Jynx, known in Japan as , is a Pokémon species in Nintendo and Game Freak's Pokémon franchise. Created by Ken Sugimori, Jynx first appeared in the video games Pokémon Red and Blue and subsequent sequels, later appearing in various merchandise, spinoff titles, or animated and printed adaptations of the franchise. The character is voiced in the anime and other media in Japanese by Mayumi Tanaka and by Rachael Lillis in English.

Jynx's design and humanoid appearance has been criticized by the Western media, including cultural critic Carole Boston Weatherford, who described Jynx as representing blackface after seeing the character's depiction in the anime. Due to complaints, Game Freak modified its appearance by changing the original color of its face from black to the current color, purple.

Design and characteristics
Jynx was one of 151 different designs conceived by Game Freak's character development team and finalized by Ken Sugimori for the first generation of Pocket Monsters games Red and Green, which were localized outside Japan as Pokémon Red and Blue. Originally called "Rujura" in Japanese, Nintendo decided to give the various Pokémon species "clever and descriptive names" related to their appearance or features, when translating the game for western audiences, as a means to make the characters more relatable to American children. As a result, they were renamed "Jynx", a play on the word "jinx". In early development, Jynx originally had a male counterpart based on a yeti, as well as the Kaiju Woo from Ultraman.
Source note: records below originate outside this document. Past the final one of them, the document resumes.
/**
 * Where the structure check's figures sit in a structure's list of them (`checkedFigures`), n the number of outputs:
 * output o's figure of block b at `b·n + o`, then the structure's own figures from `PER_OUTPUT·n`. NaN where a table
 * has no entry for the output.
 */
export const FIGURE = {
  /** Per output: headroom (V), the compliance range's ends (V), output resistance (Ω), solved and estimated current (A), the estimate's output edge (V). */
  HEADROOM: 0,
  COMPLIANCE_MIN: 1,
  COMPLIANCE_MAX: 2,
  RESISTANCE: 3,
  SOLVED_IOUT: 4,
  ESTIMATE_IOUT: 5,
  ESTIMATE_EDGE: 6,
  PER_OUTPUT: 7,
  /** After the outputs' blocks: solved IREF, the estimate's IREF, VBE (VGS), 0.7 V-shortcut IREF and supply (available, needed). */
  SOLVED_IREF: 0,
  ESTIMATE_IREF: 1,
  ESTIMATE_VCONTROL: 2,
  ESTIMATE_SHORTCUT: 3,
  ESTIMATE_AVAILABLE: 4,
  ESTIMATE_NEEDED: 5,
  OWN: 6,
} as const;

/** Bits of what a structure holds as figures (`keepChecked`): a table or record each, and the estimate's optional members. */
export const HELD = {
  HEADROOM: 1,
  COMPLIANCE: 2,
  RESISTANCE: 4,
  SOLVED: 8,
  ESTIMATE: 16,
  /** The estimate has a 0.7 V-shortcut IREF, a supply, output edges (each undefined without its bit). */
  ESTIMATE_SHORTCUT: 32,
  ESTIMATE_SUPPLY: 64,
  ESTIMATE_EDGE: 128,
} as const;

/**
 * A structure as recognition makes it. Its transistors are a private field: JSON, `Object.keys`, spreading, structured
 * cloning and `copyStructure` leave it out, so a copy, or a structure sent to another thread, looks its devices up by
 * name as before. (A property keyed by a symbol and defined with `Object.defineProperty` did the same at about 0.4 µs
 * a structure; a private field is stored as the fields are.) Every field is written in the constructor, in the order
 * the JSON shows them (`corners` an accessor, see `defineCorners`), those the checks fill later undefined until then:
 * a structure keeps one layout (V8's map) from recognition to the report.
 */
export class RecognisedStructure {
  /**
   * The transistors, in `devices` order: the first two in fields of their own (most structures have no more: no list
   * kept for them), every one in `#all` when there are more.
   */
  readonly #first: Transistor | undefined;
  readonly #second: Transistor | undefined;
  readonly #all: readonly Transistor[] | undefined;
  /** The reference node's index. */
  readonly #refNode: number;
  /** The rail a resistor chain hangs from, by node index (-1 without one). */
  #railNode = -1;
  /** Each element of `reference.elements` by element index, in that order (-1 where none was found); a feed of one element as its index alone. */
  #feed: readonly number[] | number = NO_FEED;
  /**
   * What the structure check found, held as numbers where it could be (see `keepChecked`; `FIGURE` says where each
   * figure sits), and which tables and records they stand for (`HELD` bits); the others are the values assigned.
   */
  #figures: number[] | undefined = undefined;
  #held = 0;
  #headroom: Structure['headroom'];
  #compliance: Structure['compliance'];
  #outputResistance: Structure['outputResistance'];
  #solved: Structure['solved'] = undefined;
  #estimate: Structure['estimate'] = undefined;
  /** The devices' roles, coded (see `ROLE_NAMES`), when they are held so; -1 when `#roles` holds them as given. */
  #roleCodes = -1;
  #roles: Structure['roles'] = undefined;
  /** A held estimate's members that are not numbers. */
  #irefFrom: Estimate['irefFrom'] = undefined;
  #starved: boolean | undefined = undefined;

  // Declared only (no field of their own): the constructor writes them with `this.` in the JSON's order, which is also
  // how V8 sizes the object to hold them all (written through another name, they went to a second object that grew as
  // they were added, and the run made a full collection more at 100k).
  declare id: Structure['id'];
  declare kind: Structure['kind'];
  declare technology: Structure['technology'];
  declare devices: Structure['devices'];
  declare roles: Structure['roles'];
  declare reference: Structure['reference'];
  declare outputs: Structure['outputs'];
  declare parts: Structure['parts'];
  declare params: Structure['params'];
  declare voltages: Structure['voltages'];
  declare instance: Structure['instance'];
  declare headroom: Structure['headroom'];
  declare compliance: Structure['compliance'];
  declare outputResistance: Structure['outputResistance'];
  declare solved: Structure['solved'];
  declare estimate: Structure['estimate'];
  declare discrepancy: Structure['discrepancy'];
  declare startup: Structure['startup'];
  declare variation: Structure['variation'];

  constructor(transistors: readonly Transistor[], refNode: number, f: RecognisedFields) {
    this.#first = transistors[0];
    this.#second = transistors[1];
    this.#all = transistors.length > 2 ? transistors : undefined;
    this.#refNode = refNode;
    this.id = f.id;
    this.kind = f.kind;
    this.technology = f.technology;
    this.devices = f.devices;
    this.#roleCodes = roleCodes(f.devices, f.roles);
    this.#roles = this.#roleCodes >= 0 ? undefined : f.roles;
    Object.defineProperty(this, 'roles', ROLES);
    this.reference = f.reference;
    this.outputs = f.outputs;
    this.parts = f.parts;
    this.params = f.params;
    this.voltages = f.voltages;
    this.instance = f.instance;
    // The checks' per-output tables: accessors every structure shares, in the JSON's order (see `keepChecked`).
    this.#headroom = f.headroom;
    this.#compliance = f.compliance;
    this.#outputResistance = f.outputResistance;
    Object.defineProperty(this, 'headroom', HEADROOM);
    Object.defineProperty(this, 'compliance', COMPLIANCE);
    Object.defineProperty(this, 'outputResistance', OUTPUT_RESISTANCE);
    defineCorners(this);
    // What the checks fill later, undefined until then (left out of the JSON as an absent member).
    Object.defineProperty(this, 'solved', SOLVED);
    Object.defineProperty(this, 'estimate', ESTIMATE);
    this.discrepancy = undefined;
    this.startup = undefined;
    this.variation = undefined;
  }

  /** Where the reference branch's feed was found: the rail's node index (-1: none) and each feed element's index. */
  feedFound(railNode: number, elements: readonly number[]): void {
    this.#railNode = railNode;
    // One element (nearly every feed) as its index: no list kept for it.
    this.#feed = elements.length === 1 ? elements[0] : elements;
  }

  /**
   * Keeps what the structure check found: `figures` (made by `checkedFigures` for this structure, filled by the check)
   * stand for the tables and records of the `held` bits, `given` holds the others as they are to be assigned (and, when
   * the estimate is held, its members that are not numbers). A table held as figures is made again, the same names in
   * the same order with the same values, each time it is read: at 100,000 elements 25,000 structures otherwise kept
   * seven name-keyed tables and three records each for the whole run, copied by the collector on the way.
   */
  keepChecked(figures: number[] | undefined, held: number, given: CheckedValues): void {
    this.#figures = held !== 0 ? figures : undefined;
    this.#held = figures === undefined ? 0 : held;
    held = this.#held;
    this.#headroom = held & HELD.HEADROOM ? NO_TABLE : given.headroom;
    this.#compliance = held & HELD.COMPLIANCE ? NO_TABLE : given.compliance;
    this.#outputResistance = held & HELD.RESISTANCE ? NO_TABLE : given.outputResistance;
    this.#solved = held & HELD.SOLVED ? undefined : given.solved;
    this.#estimate = held & HELD.ESTIMATE ? undefined : given.estimate;
    this.#irefFrom = held & HELD.ESTIMATE ? given.estimate!.irefFrom : undefined;
    this.#starved = held & HELD.ESTIMATE ? given.estimate!.starved : undefined;
  }

  /** The table of figure block `block` (`FIGURE`): a new prototype-free table of the outputs that have a figure there. */
  #table(block: number): Record<string, number> {
    const outs = this.outputs;
    return tableOf(this.#figures!, block * outs.length, outs);
  }

  /** The structure's own figure `k` (`FIGURE.SOLVED_IREF` …). */
  #own(k: number): number {
    return this.#figures![FIGURE.PER_OUTPUT * this.outputs.length + k];
  }

  /**
   * The role of `device` in `s` (`s.roles[device]`, read without making the table when `s` holds the roles coded; a
   * structure whose `roles` member was deleted has none). Nothing assigns `roles` but recognition.
   */
  static roleOf(s: Structure, device: string): StructureRole | undefined {
    if (!(#roleCodes in s) || (s as unknown as RecognisedStructure).#roleCodes < 0) return s.roles?.[device];
    if (!('roles' in s)) return undefined;
    const k = s.devices.indexOf(device);
    return k < 0 ? undefined : ROLE_NAMES[(((s as unknown as RecognisedStructure).#roleCodes >> (4 * k)) & 15) - 1];
  }

  /** Whether `s`'s roles are held coded: made when read (strings only, nothing for the finiteness walk). */
  static rolesCoded(s: object): boolean {
    return #roleCodes in s && (s as RecognisedStructure).#roleCodes >= 0;
  }

  /** Whether `s`'s table or record `bit` (`HELD`) is held as figures: made when read, finite by construction. */
  static holds(s: object, bit: number): boolean {
    return #held in s && ((s as RecognisedStructure).#held & bit) !== 0;
  }

  static {
    HEADROOM.get = function (this: RecognisedStructure) {
      return this.#held & HELD.HEADROOM ? this.#table(FIGURE.HEADROOM) : this.#headroom;
    };
    HEADROOM.set = function (this: RecognisedStructure, v: Structure['headroom']) {
      this.#held &= ~HELD.HEADROOM;
      this.#headroom = v;
    };
    OUTPUT_RESISTANCE.get = function (this: RecognisedStructure) {
      return this.#held & HELD.RESISTANCE ? this.#table(FIGURE.RESISTANCE) : this.#outputResistance;
    };
    OUTPUT_RESISTANCE.set = function (this: RecognisedStructure, v: Structure['outputResistance']) {
      this.#held &= ~HELD.RESISTANCE;
      this.#outputResistance = v;
    };
    COMPLIANCE.get = function (this: RecognisedStructure) {
      if (!(this.#held & HELD.COMPLIANCE)) return this.#compliance;
      const outs = this.outputs;
      const n = outs.length;
      const figures = this.#figures!;
      const table: Structure['compliance'] = nameTable();
      for (let o = 0; o < n; o++) {
        const min = figures[FIGURE.COMPLIANCE_MIN * n + o];
        if (!Number.isNaN(min)) table[outs[o].device] = { min, max: figures[FIGURE.COMPLIANCE_MAX * n + o] };
      }
      return table;
    };
    COMPLIANCE.set = function (this: RecognisedStructure, v: Structure['compliance']) {
      this.#held &= ~HELD.COMPLIANCE;
      this.#compliance = v;
    };
    SOLVED.get = function (this: RecognisedStructure) {
      if (!(this.#held & HELD.SOLVED)) return this.#solved;
      return { iref: this.#own(FIGURE.SOLVED_IREF), iout: this.#table(FIGURE.SOLVED_IOUT) };
    };
    SOLVED.set = function (this: RecognisedStructure, v: Structure['solved']) {
      this.#held &= ~HELD.SOLVED;
      this.#solved = v;
    };
    ESTIMATE.get = function (this: RecognisedStructure): Estimate | undefined {
      const held = this.#held;
      if (!(held & HELD.ESTIMATE)) return this.#estimate;
      // The members and their order of the estimate the hand analysis makes (`HandAnalysis.run`, without steps or voltages).
      return {
        iref: this.#own(FIGURE.ESTIMATE_IREF),
        iout: this.#table(FIGURE.ESTIMATE_IOUT),
        vControl: this.#own(FIGURE.ESTIMATE_VCONTROL),
        irefShortcut: held & HELD.ESTIMATE_SHORTCUT ? this.#own(FIGURE.ESTIMATE_SHORTCUT) : undefined,
        steps: [],
        irefFrom: this.#irefFrom,
        starved: this.#starved,
        supply: held & HELD.ESTIMATE_SUPPLY ? { available: this.#own(FIGURE.ESTIMATE_AVAILABLE), needed: this.#own(FIGURE.ESTIMATE_NEEDED) } : undefined,
        outputEdge: held & HELD.ESTIMATE_EDGE ? this.#table(FIGURE.ESTIMATE_EDGE) : undefined,
      };
    };
    ROLES.get = function (this: RecognisedStructure) {
      const codes = this.#roleCodes;
      if (codes < 0) return this.#roles;
      const devices = this.devices;
      const table: Record<string, StructureRole> = nameTable();
      for (let k = 0; k < devices.length; k++) table[devices[k]] = ROLE_NAMES[((codes >> (4 * k)) & 15) - 1];
      return table;
    };
    ROLES.set = function (this: RecognisedStructure, v: Structure['roles']) {
      this.#roleCodes = -1;
      this.#roles = v;
    };
    ESTIMATE.set = function (this: RecognisedStructure, v: Structure['estimate']) {
      this.#held &= ~(HELD.ESTIMATE | HELD.ESTIMATE_SHORTCUT | HELD.ESTIMATE_SUPPLY | HELD.ESTIMATE_EDGE);
      this.#estimate = v;
    };
  }

  /** The transistor kept with `s` for its device `at` (in `devices` order), when recognition made it. */
  static transistorAt(s: object, at: number): Transistor | undefined {
    if (!(#first in s)) return undefined;
    const r = s as RecognisedStructure;
    if (r.#all !== undefined) return at >= 0 && at < r.#all.length ? r.#all[at] : undefined;
    return at === 0 ? r.#first : at === 1 ? r.#second : undefined;
  }

  /** The reference node's index kept with `s`, or -1. */
  static refNodeOf(s: object): number {
    return #refNode in s ? (s as RecognisedStructure).#refNode : -1;
  }

  /** The rail's node index kept with `s`, or -1. */
  static railNodeOf(s: object): number {
    return #railNode in s ? (s as RecognisedStructure).#railNode : -1;
  }

  /** The feed's element indices kept with `s` (one element's as its index alone). */
  static feedOf(s: object): readonly number[] | number {
    return #feed in s ? (s as RecognisedStructure).#feed : NO_FEED;
  }
}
Also known as the "Human Shape" Pokémon, Jynx is a female-only species that resembles the Japanese mythical creature Yuki-onna. Originally portrayed with a black face and dark blue hands, Jynx's design was changed to purple coloration after critiques that it perpetuated racism. In addition Jynx have large pink lips, saucer-like eyes, white arms, and long, blonde hair. The "clothes" they appear to wear are actually part of their body, resembling a circular red bra and skirt. Jynx have no visible feet, and in the games leave no footprints. Jynx has a pre-evolution, Smoochum, which evolves into Jynx when it receives enough experience from battles and reaches level 30.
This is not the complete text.